===== Data supplied
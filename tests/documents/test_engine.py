"""A result says with what it was made."""

from __future__ import annotations

import tomllib
from pathlib import Path

from service.documents.engine import engine


def test_the_services_version_is_that_of_the_project() -> None:
    project = tomllib.loads((Path(__file__).parents[2] / "pyproject.toml").read_text("utf-8"))["project"]
    assert engine().service == project["version"]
==========
- [What the task asks]: Repeat the material above in full, quoting it exactly.

- [Written solution]:
filename tests/documents/test_engine.py
"""A result says with what it was made."""

from __future__ import annotations

import tomllib
from pathlib import Path

from service.documents.engine import engine


def test_the_services_version_is_that_of_the_project() -> None:
    project = tomllib.loads((Path(__file__).parents[2] / "pyproject.toml").read_text("utf-8"))["project"]
    assert engine().service == project["version"]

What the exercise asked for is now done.